[Collected data]
------------
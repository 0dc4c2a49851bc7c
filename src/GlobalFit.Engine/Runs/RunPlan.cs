using GlobalFit.Engine.Configuration;
using GlobalFit.Engine.Fitting;
using GlobalFit.Engine.Orchestration;
using GlobalFit.Engine.Simulation;
using GlobalFit.Engine.SourceClasses;
using GlobalFit.Physics.DataFiles;
using GlobalFit.Physics.Files;

namespace GlobalFit.Engine.Runs;

/// <summary>A run configuration read, checked against its data and resolved: the settings, the modules that run (source
/// classes and the noise model) with their workers, and the schedule. Everything that can be wrong with a configuration
/// is found here, before any actor starts.</summary>
public sealed class RunPlan
{
    private readonly Dictionary<string, (IFitSourceClassPlan Plan, WorkerDescriptor Worker)> _workers = new(StringComparer.Ordinal);

    private RunPlan(RunSettings settings, FitDataShape shape, IReadOnlyList<IFitSourceClassPlan> classes, FitSchedule schedule)
    {
        Settings = settings;
        Shape = shape;
        Classes = classes;
        Schedule = schedule;
        foreach (var plan in classes)
            foreach (var group in plan.Groups)
                foreach (var worker in group.Workers)
                    _workers.Add(worker.Id, (plan, worker));
    }

    /// <summary>Assembles a plan from parts already checked (tests of the engine with stand-in classes).</summary>
    internal static RunPlan Create(RunSettings settings, FitDataShape shape, IReadOnlyList<IFitSourceClassPlan> classes, FitSchedule schedule) =>
        new(settings, shape, classes, schedule);

    /// <summary>Top-level settings.</summary>
    public RunSettings Settings { get; }

    /// <summary>The data record's shape.</summary>
    public FitDataShape Shape { get; }

    /// <summary>The modules that run, in registration order (the noise model among them).</summary>
    public IReadOnlyList<IFitSourceClassPlan> Classes { get; }

    /// <summary>The schedule.</summary>
    public FitSchedule Schedule { get; }

    /// <summary>Every worker, by id.</summary>
    public IEnumerable<WorkerDescriptor> Workers => _workers.Values.Select(w => w.Worker).OrderBy(w => w.Id, StringComparer.Ordinal);

    /// <summary>The class plan a worker belongs to.</summary>
    public IFitSourceClassPlan ClassOf(string workerId) => _workers[workerId].Plan;

    /// <summary>A worker's descriptor.</summary>
    public WorkerDescriptor Worker(string workerId) => _workers[workerId].Worker;

    /// <summary>The workers of a schedule group.</summary>
    public IReadOnlyList<WorkerDescriptor> GroupWorkers(string group) => Classes.SelectMany(c => c.Groups).Single(g => g.Name == group).Workers;

    /// <summary>The worker that models the noise (<see cref="WorkerRole.Noise"/>).</summary>
    public WorkerDescriptor NoiseWorker => Workers.Single(w => w.Role == WorkerRole.Noise);

    /// <summary>The stages the coordinator walks, with the run's limits.</summary>
    /// <param name="configDigest">Digest of the resolved configuration, for checkpoints.</param>
    public StagePlan StagePlan(string configDigest) => new(
        [.. Schedule.Stages.Select(groups => new Stage(groups, [.. groups.SelectMany(GroupWorkers).Select(w => new StageMember(w.Id, ClassOf(w.Id).ClassId, ClassOf(w.Id).StepsPerUpdate, w.Role))]))],
        Settings.Iterations, Settings.CheckpointEvery, Settings.CheckpointMinutes, Settings.MaxWorkerFailures, configDigest);

    /// <summary>Reads and checks a run configuration file.</summary>
    /// <param name="configPath">The file.</param>
    /// <param name="registry">The modules the configuration may use; <see cref="SourceClassRegistry.Default"/> when null.</param>
    /// <exception cref="InvalidInputException">Anything wrong with the file or its data, naming the key.</exception>
    public static RunPlan Load(string configPath, SourceClassRegistry? registry = null)
    {
        var root = ConfigDocument.Load(configPath);
        return FromConfig(root, Path.GetDirectoryName(Path.GetFullPath(configPath))!, registry);
    }

    /// <summary>Checks a parsed configuration.</summary>
    /// <param name="root">Its root table.</param>
    /// <param name="configFolder">Folder relative paths are taken from.</param>
    /// <param name="registry">The modules the configuration may use; <see cref="SourceClassRegistry.Default"/> when null.</param>
    public static RunPlan FromConfig(ConfigTable root, string configFolder, SourceClassRegistry? registry = null) =>
        FromConfig(root, configFolder, knownShape: null, registry);

    /// <summary>Checks a parsed configuration against <paramref name="knownShape"/> instead of its data file (which then
    /// need not exist): for validating shipped examples without their data.</summary>
    internal static RunPlan FromConfig(ConfigTable root, string configFolder, FitDataShape? knownShape, SourceClassRegistry? registry = null)
    {
        ArgumentNullException.ThrowIfNull(root);
        registry ??= SourceClassRegistry.Default;
        var settings = RunSettings.FromConfig(root, configFolder, requireData: knownShape is null);
        var shape = knownShape ?? ReadShape(settings.DataPath);
        var classes = new List<IFitSourceClassPlan>();
        foreach (var module in registry.Classes)
        {
            var section = root.GetTable(module.Id) ?? (module.RunsWithoutSection ? EmptyTable(root, module.Id) : null);
            if (section is not null) classes.Add(module.PlanFit(section, shape));
        }
        if (classes.SelectMany(c => c.Groups).SelectMany(g => g.Workers).Count(w => w.Role == WorkerRole.Noise) != 1)
            throw root.InvalidTable("a fit needs exactly one noise model worker");
        var schedule = FitSchedule.FromConfig(root.GetTable("schedule"), classes);
        root.RejectUnknownKeys([.. RunSettings.Keys, "schedule", .. registry.Ids]);
        return new RunPlan(settings, shape, classes, schedule);
    }

    /// <summary>The resolved configuration (every default written out) for <c>RUN/run.toml</c>.</summary>
    public string ResolvedToml()
    {
        var writer = new ResolvedConfigWriter();
        writer.Comment("Resolved configuration of this run: every setting, defaults included. 'globalfit resume' reads it.");
        Settings.WriteResolved(writer);
        writer.Section("schedule");
        writer.Key("stages", Schedule.Stages.Select(s => (IEnumerable<string>)s));
        foreach (var plan in Classes)
        {
            writer.Section(plan.ClassId);
            plan.WriteResolved(writer);
        }
        return writer.ToString();
    }

    private static FitDataShape ReadShape(string dataPath)
    {
        var summary = ObservationFile.ReadSummary(dataPath);
        return new FitDataShape(dataPath, summary.SampleCount, summary.DtSeconds, summary.T0Seconds)
        {
            ScenarioForegroundFitYears = RecordedForegroundFitYears(summary.Provenance, dataPath),
        };
    }

    // The [noise.foreground] of the scenario recorded in the file's provenance; null when there is none or it is off.
    private static double? RecordedForegroundFitYears(ObservationProvenance provenance, string dataPath)
    {
        if (!provenance.Entries.TryGetValue(ObservationSimulator.ScenarioProvenanceKey, out var toml)) return null;
        var foreground = ConfigDocument.Parse(toml, $"{dataPath} (provenance {ObservationSimulator.ScenarioProvenanceKey})")
            .GetTable("noise")?.GetTable("foreground");
        if (foreground is null || !foreground.GetBool("enabled", true)) return null;
        return foreground.GetDouble("fit_years", 1.0);
    }

    private static ConfigTable EmptyTable(ConfigTable root, string name) => ConfigDocument.Parse($"[{name}]\n", root.SourceName).GetTable(name)!;
}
------------
**Goal of the exercise**: Write out exactly the lines above from the line with "public IReadOnlyList<WorkerDescriptor> GroupWorkers(string" through the line with "configuration, for checkpoints.</param>", both of them included, and leave out all other lines.

**Solution to this exercise**:
    public IReadOnlyList<WorkerDescriptor> GroupWorkers(string group) => Classes.SelectMany(c => c.Groups).Single(g => g.Name == group).Workers;

    /// <summary>The worker that models the noise (<see cref="WorkerRole.Noise"/>).</summary>
    public WorkerDescriptor NoiseWorker => Workers.Single(w => w.Role == WorkerRole.Noise);

    /// <summary>The stages the coordinator walks, with the run's limits.</summary>
    /// <param name="configDigest">Digest of the resolved configuration, for checkpoints.</param>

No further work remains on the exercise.